Project description:Recurrent human epidermal growth factor receptor 2 (HER2) missense mutations have been reported in human cancers. These mutations occur primarily in the absence of HER2 gene amplification such that most HER2-mutant tumors are classified as "negative" by FISH or immunohistochemistry assays. It remains unclear whether nonamplified HER2 missense mutations are oncogenic and whether they are targets for HER2-directed therapies that are currently approved for the treatment of HER2 gene-amplified breast cancers. Here we functionally characterize HER2 kinase and extracellular domain mutations through gene editing of the endogenous loci in HER2 nonamplified human breast epithelial cells.
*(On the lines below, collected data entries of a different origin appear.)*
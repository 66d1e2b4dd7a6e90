"""Where n near 100 comes from: the phonon time that gives it, star by star and scenario by scenario."""

import numpy as np
import pytest

from decayinfer.catalog.pulsar import Pulsar
from decayinfer.channels.registry import load_channel
from decayinfer.cooling.recipes import RECIPES
from decayinfer.cooling.registry import load_scenario
from decayinfer.inference.density import evaluate
from decayinfer.inference.priors import Priors
from decayinfer.inference.problem import make_problem
from decayinfer.physics.conduction import density_from_phonon_time
from decayinfer.physics.constants import YEAR_S

MASSES = np.array([1.1, 1.25, 1.4, 1.6, 1.8])
AGES = (1e4, 3e4, 1e5)  # characteristic, yr
PRIORS = Priors()


def needed(name, tau_c):
    """Phonon time [yr] at which stars of `MASSES`, born fast, have n = 100 at this characteristic age."""
    star = Pulsar(
        name="Ruff", period=0.2, period_derivative=0.1 / (tau_c * YEAR_S), braking_index=100.0,
        braking_index_err_minus=5.0, braking_index_err_plus=5.0,
    )  # fmt: skip
    numbers = make_problem(star, load_channel("phonon"), load_scenario(name), PRIORS)
    z = np.zeros((MASSES.size, 8))
    z[:, 0], z[:, 4], z[:, 6] = np.log((MASSES - 1.0) / (2.0 - MASSES)), -5.0, numbers.normals[0, 6]
    found = evaluate(z, numbers).physical
    np.testing.assert_allclose(found.mass, MASSES)
    np.testing.assert_allclose(found.index, 100.0)
    return np.exp(found.ln_phonon_time)


def of(superfluidity):
    return [n for n, r in RECIPES.items() if r.superfluidity == superfluidity and not r.direct_urca]


@pytest.mark.parametrize("name", RECIPES)
@pytest.mark.parametrize("tau_c", AGES)
def test_light_stars_reach_it_with_longer_phonon_times(name, tau_c):
    """Common practice: light stars are warmer; the lighter the star, the more ordinary the phonon time it needs."""
    assert np.all(np.diff(needed(name, tau_c)) < 0.0)


@pytest.mark.parametrize("name", of("protons"))
@pytest.mark.parametrize("tau_c", AGES)
def test_slowly_cooling_stars_reach_it_with_longer_phonon_times(name, tau_c):
    """Common practice: strong proton pairing slows the cooling; it allows phonon times 3.5 to 5 times longer."""
    ratio = needed(name, tau_c) / needed(name.replace("protons", "normal"), tau_c)
    assert np.all((ratio > 3.5) & (ratio < 5.0))


@pytest.mark.parametrize("name", [*of("protons"), *of("fading")])
def test_the_phonon_times_of_light_slowly_cooling_stars_are_realistic(name):
    """Common practice: n near 100 is reached at tau_c of 1e4 to 1e5 yr.

    At 1e5 yr by 4e4 to 5e4 yr, one standard deviation below the prior's median; at 1e4 yr by 1e4 yr. The layers are
    those of the inner crust, between neutron drip and 1e14 g/cm^3, for which the times hold (Cumming, Arras & Zweibel
    2004, ApJ 609, 999).
    """
    gravity = load_scenario(name).gravity_14(MASSES)
    for tau_c in AGES:
        times = needed(name, tau_c)[:2]
        depth = (np.log(times) - np.log(PRIORS.phonon_time_median)) / PRIORS.phonon_time_sd
        assert np.all(depth > (-1.2 if tau_c == 1e5 else -2.5))
        density = density_from_phonon_time(times, gravity[:2])
        assert np.all((density > 0.0043) & (density < 1.0))


@pytest.mark.parametrize("name", of("normal"))
def test_without_pairing_it_takes_an_unusual_phonon_time(name):
    """About 1e4 yr at 1e5 yr: more than two standard deviations below the median, for the lightest too."""
    times = needed(name, 1e5)
    assert np.all(np.log(times) < np.log(PRIORS.phonon_time_median) - 2.0 * PRIORS.phonon_time_sd)
    assert times[0] > 1e4


@pytest.mark.parametrize("name", [n for n in RECIPES if n.endswith("urca") and "normal" in n])
def test_direct_urca_puts_it_out_of_reach_of_heavy_stars(name):
    assert needed(name, 1e5)[-1] < 100.0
In in vitro and in vivo assays, the majority of HER2 missense mutations do not impart detectable oncogenic changes. However, the HER2 V777L mutation increased biochemical pathway activation and, in the context of a PIK3CA mutation, enhanced migratory features in vitro. However, the V777L mutation did not alter in vivo tumorigenicity or sensitivity to HER2-directed therapies in proliferation assays. Our results suggest the oncogenicity and potential targeting of HER2 missense mutations should be considered in the context of cooperating genetic alterations and provide previously unidentified insights into functional analysis of HER2 mutations and strategies to target them.